Portland Police Association office set on fire amid protests By Rebecca Klar
Portland Police Association office set on fire amid protests
The Portland, Ore., Police Association office was set on fire Saturday night amid protests throughout the city, police said in a statement Sunday.
Around 10:45 p.m. people broke into the Portland Police Association office and ignited a fire “within a few moments.” Police declared the situation a riot, according to the statement.
Several people in the crowd were arrested and officers were able to distinguish the fire, police said. Portland Police did not use any CS gas, according to the statement.
Tear gas was deployed, The Associated Press reported citing pictures and videos from the scene, but the newswire noted it was not necessarily CS gas.
Police said groups scattered into the neighborhood, with a large number people regrouped near North Interstate Avenue and North Lombard Street. As officers moved the crowd to the south on North Interstate Avenue, people in the crowds “threw rocks, gopher gassers, and launched paint filled balloons at officers,” injuring some officers, police said.
The crowd was broken into smaller groups around 11:30 p.m. and “order was restored,” police said.
People also gathered in a crowd downtown near the Justice Center and Federal courthouse tore down fences around Chapman Square Park and Lonsdale Square Park that had been put in place when the parks were closed or needed repair, police said.
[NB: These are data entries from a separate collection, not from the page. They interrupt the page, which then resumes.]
#[cfg(test)]
mod tests {
    use super::*;
    use crate::numerics::zeta::zeta;
    use crate::tolerance::close;
    use rand::Rng;
    use rand::SeedableRng;
    use rand_chacha::ChaCha8Rng;

    fn exact_coefficients(j: &Array2<f64>, delta: f64) -> (Array2<f64>, Array2<f64>) {
        let chain = small_chain_exact::SmallChain::new(j, delta);
        (chain.taylor_coefficient(1), chain.taylor_coefficient(2))
    }

    fn compare_with_exact(couplings: &Couplings, delta: f64) {
        let expansion = ShortTimeExpansion::new(couplings, delta).expect("valid");
        let (c2, c4) = exact_coefficients(couplings.matrix(), delta);
        let n = couplings.sites();
        let scale2 = c2.iter().fold(0.0f64, |m, v| m.max(v.abs()));
        let scale4 = c4.iter().fold(0.0f64, |m, v| m.max(v.abs()));
        for i in 0..n {
            for j in 0..n {
                let [c0, got2, got4] = expansion.coefficients(i, j).expect("sites");
                assert!((c0 - if i == j { 1.0 } else { 0.0 }).abs() < 1e-300);
                assert!(
                    (got2 - c2[(i, j)]).abs() < 1e-11 * scale2,
                    "t² ({i},{j}) Δ={delta}: {got2} vs exact {}",
                    c2[(i, j)]
                );
                assert!(
                    (got4 - c4[(i, j)]).abs() < 1e-10 * scale4,
                    "t⁴ ({i},{j}) Δ={delta}: {got4} vs exact {}",
                    c4[(i, j)]
                );
            }
        }
    }

    #[test]
    fn matches_exact_diagonalisation_for_power_law_chains() {
        // Exact dynamics of 6 and 7 spins (brute force above) for power-law
        // couplings, flip-flop and with an Ising term.
        for (sites, alpha, delta) in [(6, 1.0, 0.0), (7, 1.5, 0.0), (6, 0.7, 1.0), (7, 3.0, -0.6)] {
            let c = Couplings::power_law(sites, 1.3, alpha).expect("valid");
            compare_with_exact(&c, delta);
        }
    }

    #[test]
    fn matches_exact_diagonalisation_for_random_couplings() {
        // A dense random symmetric coupling matrix (seeded), 8 spins, Δ ≠ 0.
        let mut rng = ChaCha8Rng::seed_from_u64(17);
        let n = 8;
        let mut m = Array2::zeros((n, n));
        for i in 0..n {
            for j in (i + 1)..n {
                let v: f64 = rng.random_range(-1.0..1.0);
                m[(i, j)] = v;
                m[(j, i)] = v;
            }
        }
        let c = Couplings::from_matrix(m).expect("valid");
        compare_with_exact(&c, 0.0);
        compare_with_exact(&c, 0.8);
    }

    #[test]
    fn agrees_with_sector_exact_dynamics_of_ten_spins() {
        // Cross-check with the crate's sector-by-sector exact dynamics
        // (model::spin_chain, written independently): the residual
        // r(t) = C(t) − c0 − c2 t² = c4 t⁴ + c6 t⁶ + … gives c4 by Richardson
        // extrapolation, (4 r(t)/t⁴ − r(2t)/(2t)⁴)/3 = c4 + O(t⁴).
        use crate::model::spin_chain::SpinChain;
        let c = Couplings::power_law(10, 1.0, 1.2).expect("valid");
        let (t1, t2) = (0.02, 0.04);
        for delta in [0.0, 0.7] {
            let chain = SpinChain::new(&c, delta).expect("valid");
            let exact = chain.correlations_exact(4, &[t1, t2]).expect("exact");
            let e = ShortTimeExpansion::new(&c, delta).expect("valid");
            for i in 0..10 {
                let [c0, c2, c4] = e.coefficients(i, 4).expect("sites");
                let r1 = exact[(0, i)] - c0 - c2 * t1 * t1;
                let r2 = exact[(1, i)] - c0 - c2 * t2 * t2;
                let est = (4.0 * r1 / t1.powi(4) - r2 / t2.powi(4)) / 3.0;
                assert!((est - c4).abs() < 1e-4, "Δ {delta} i {i}: {est} vs {c4}");
            }
        }
    }

    #[test]
    fn two_sites_follow_cos_squared() {
        // Two sites: C_11 = cos²(Jt) = 1 − J²t² + J⁴t⁴/3 − …,
        // C_12 = sin²(Jt) (physics notes, Short-time expansion; Taylor series of
        // cos 2x, A&S 4.3.66).
        let c = Couplings::power_law(2, 0.9, 1.0).expect("valid");
        for delta in [0.0, 2.0] {
            let e = ShortTimeExpansion::new(&c, delta).expect("valid");
            let [_, a2, a4] = e.coefficients(0, 0).expect("sites");
            assert!(close(a2, -0.81, 1e-15, 0.0));
            assert!(close(a4, 0.81 * 0.81 / 3.0, 1e-15, 0.0));
            let [_, b2, b4] = e.coefficients(0, 1).expect("sites");
            assert!(close(b2, 0.81, 1e-15, 0.0));
            assert!(close(b4, -0.81 * 0.81 / 3.0, 1e-15, 0.0));
        }
    }

    #[test]
    fn sum_rule_holds_order_by_order() {
        // Σ_i C_ij(t) = 1 at every order (U(1) symmetry, the physics notes).
        let mut rng = ChaCha8Rng::seed_from_u64(3);
        let n = 30;
        let mut m = Array2::zeros((n, n));
        for i in 0..n {
            for j in (i + 1)..n {
                let v: f64 = rng.random_range(-1.0..1.0) / (j - i) as f64;
                m[(i, j)] = v;
                m[(j, i)] = v;
            }
        }
        let c = Couplings::from_matrix(m).expect("valid");
        for delta in [0.0, 1.7] {
            let e = ShortTimeExpansion::new(&c, delta).expect("valid");
            for source in [0, 11, 29] {
                let mut sums = [0.0; 3];
                let mut scale = 0.0f64;
                for i in 0..n {
                    let co = e.coefficients(i, source).expect("sites");
                    for (s, v) in sums.iter_mut().zip(co) {
                        *s += v;
                    }
                    scale = scale.max(co[2].abs());
                }
                assert!((sums[0] - 1.0).abs() < 1e-15);
                assert!(sums[1].abs() < 1e-13);
                assert!(sums[2].abs() < 1e-12 * scale.max(1.0), "t⁴ sum {}", sums[2]);
            }
        }
    }

    #[test]
    fn bulk_autocorrelation_matches_zeta() {
        // Infinite power-law chain: C(0,t) = 1 − 2ζ(2α) J² t² + …
        // (physics notes); at α = 1 this is 1 − (π²/3) t² (ζ(2) = π²/6, A&S
        // 23.2.24). A 2001-site chain misses 2 Σ_{r>1000} r^{−2α} ≤
        // 2·1000^{1−2α}/(2α−1) of it.
        let n = 2001;
        for alpha in [1.0, 1.5] {
            let c = Couplings::power_law(n, 1.0, alpha).expect("valid");
            let e = ShortTimeExpansion::new(&c, 0.0).expect("valid");
            let [_, c2, _] = e.coefficients(1000, 1000).expect("sites");
            let want = -2.0 * zeta(2.0 * alpha);
            let tail = 2.0 * 1000f64.powf(1.0 - 2.0 * alpha) / (2.0 * alpha - 1.0);
            assert!(
                c2 > want && c2 - want < tail,
                "alpha {alpha}: {c2} vs {want}"
            );
        }
        let c = Couplings::power_law(n, 1.0, 1.0).expect("valid");
        let e = ShortTimeExpansion::new(&c, 0.0).expect("valid");
        let [_, c2, _] = e.coefficients(1000, 1000).expect("sites");
        assert!((c2 + std::f64::consts::PI.powi(2) / 3.0).abs() < 2.0e-3);
    }

    #[test]
    fn map_and_errors() {
        let c = Couplings::power_law(5, 1.0, 2.0).expect("valid");
        let e = ShortTimeExpansion::new(&c, 0.5).expect("valid");
        let map = e.to_correlation_map(2, &[0.0, 0.1, 0.2], 4).expect("map");
        assert_eq!(map.offsets(), &[-2, -1, 0, 1, 2]);
        let direct = e.correlation(3, 2, 0.2, 4).expect("valid");
        let col = map.column_of(1).expect("offset 1");
        assert!(close(map.values()[(2, col)], direct, 1e-15, 0.0));
        assert!(matches!(
            e.correlation(0, 0, 0.1, 6),
            Err(ShortTimeError::BadOrder(6))
        ));
        assert!(matches!(
            e.correlation(5, 0, 0.1, 2),
            Err(ShortTimeError::SiteOutOfRange { site: 5, sites: 5 })
        ));
        assert!(ShortTimeExpansion::new(&c, f64::NAN).is_err());
        assert!(matches!(
            e.to_correlation_map(0, &[0.0, f64::INFINITY], 2),
            Err(ShortTimeError::BadTime { index: 1, .. })
        ));
        // Order 3 equals order 2 (odd orders vanish).
        let o2 = e.correlation(1, 2, 0.3, 2).expect("valid");
        let o3 = e.correlation(1, 2, 0.3, 3).expect("valid");
        assert!((o2 - o3).abs() < 1e-300);
    }
}
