//! Aligned text tables: a header row, a rule, and columns padded to their widest cell
//! (numbers right-aligned, text left-aligned).

/// A table under construction.
#[derive(Debug, Default)]
pub struct Table {
    header: Vec<String>,
    rows: Vec<Vec<String>>,
}

impl Table {
    pub fn new(header: &[&str]) -> Table {
        Table {
            header: header.iter().map(|s| s.to_string()).collect(),
            rows: Vec::new(),
        }
    }

    pub fn row(&mut self, cells: Vec<String>) {
        self.rows.push(cells);
    }

    pub fn is_empty(&self) -> bool {
        self.rows.is_empty()
    }

    fn numeric(cell: &str) -> bool {
        !cell.is_empty()
            && cell
                .chars()
                .all(|c| c.is_ascii_digit() || "+-.e[], ±%".contains(c))
            && cell.chars().any(|c| c.is_ascii_digit())
    }

    pub fn render(&self) -> String {
        let cols = self.header.len();
        let mut width = vec![0usize; cols];
        for row in std::iter::once(&self.header).chain(&self.rows) {
            for (w, cell) in width.iter_mut().zip(row) {
                *w = (*w).max(cell.chars().count());
            }
        }
        let mut out = String::new();
        let line = |cells: &[String], out: &mut String, header: bool| {
            let mut parts = Vec::new();
            for (k, w) in width.iter().enumerate() {
                let cell = cells.get(k).map_or("", |s| s.as_str());
                let pad = w - cell.chars().count();
                if !header && Self::numeric(cell) {
                    parts.push(format!("{}{cell}", " ".repeat(pad)));
                } else {
                    parts.push(format!("{cell}{}", " ".repeat(pad)));
                }
            }
            out.push_str("  ");
            out.push_str(parts.join("  ").trim_end());
            out.push('\n');
        };
        line(&self.header, &mut out, true);
        let rule: Vec<String> = width.iter().map(|w| "-".repeat(*w)).collect();
        line(&rule, &mut out, true);
        for r in &self.rows {
            line(r, &mut out, false);
        }
        out
    }
}

#[cfg(test)]
mod tests {
    use super::Table;

    #[test]
    fn columns_align() {
        let mut t = Table::new(&["name", "count"]);
        t.row(vec!["E".into(), "100".into()]);
        t.row(vec!["substrate".into(), "5".into()]);
        let s = t.render();
        let lines: Vec<&str> = s.lines().collect();
        assert_eq!(lines[0], "  name       count");
        assert_eq!(lines[2], "  E            100");
        assert_eq!(lines[3], "  substrate      5");
    }
}
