//! Output for people (aligned tables) and for programs (JSON with the keys of docs/json.md).
//! Reports only format; they compute nothing.

pub mod check;
pub mod distribution;
pub mod noise;
pub mod plot;
pub mod reconcile;
pub mod schema;
pub mod simulate;
pub mod steady;
pub mod sweep;
pub mod table;
pub mod units;

/// `2 A + B`, or `0` for an empty side.
pub fn side(net: &crate::Network, terms: &[(usize, u32)]) -> String {
    if terms.is_empty() {
        return "0".to_string();
    }
    terms
        .iter()
        .map(|&(i, n)| {
            let name = &net.species[i].name;
            if n == 1 {
                name.clone()
            } else {
                format!("{n} {name}")
            }
        })
        .collect::<Vec<_>>()
        .join(" + ")
}

/// A number in a short readable form: four significant digits ([`crate::numbers::short`]).
pub fn num(x: f64) -> String {
    crate::numbers::short(x)
}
People also removed fencing around the Federal Courthouse and used it to barricade doors there, police said. Federal law enforcement came to address the crowd at some point as Portland Police were working in north Portland at the time, police said.
Portland Mayor Ted Wheeler (D) on Sunday called for the Trump administration to remove federal troops from the city. He said the federal law enforcement presence is “leading to more violence and more vandalism” and is “not helping the situation at all.”
“They’re not wanted here, we haven’t asked them here. In fact, we want them to leave,” the mayor said on CNN’s “State of the Union.”
President Trump tweeted Sunday morning that he is “trying to help Portland, not hurt it.”
“Their leadership has, for months, lost control of the anarchists and agitators. They are missing in action. We must protect Federal property, AND OUR PEOPLE. These were not merely protesters, these are the real deal!,” Trump tweeted.
The president’s tweet in defense of the federal troops sent to Portland came after Oregon Attorney General Ellen Rosenblum (D) sued federal agencies on Friday over the detention of protesters. The American Civil Liberties Union also filed a similar lawsuit against federal agencies over deploying the agents to quell demonstrators in Portland.
Wheeler said Sunday he agrees that the Trump administration’s actions in his city are breaking the law.
“The tactics that the Trump administration are using on the streets of Portland are abhorrent,” he said.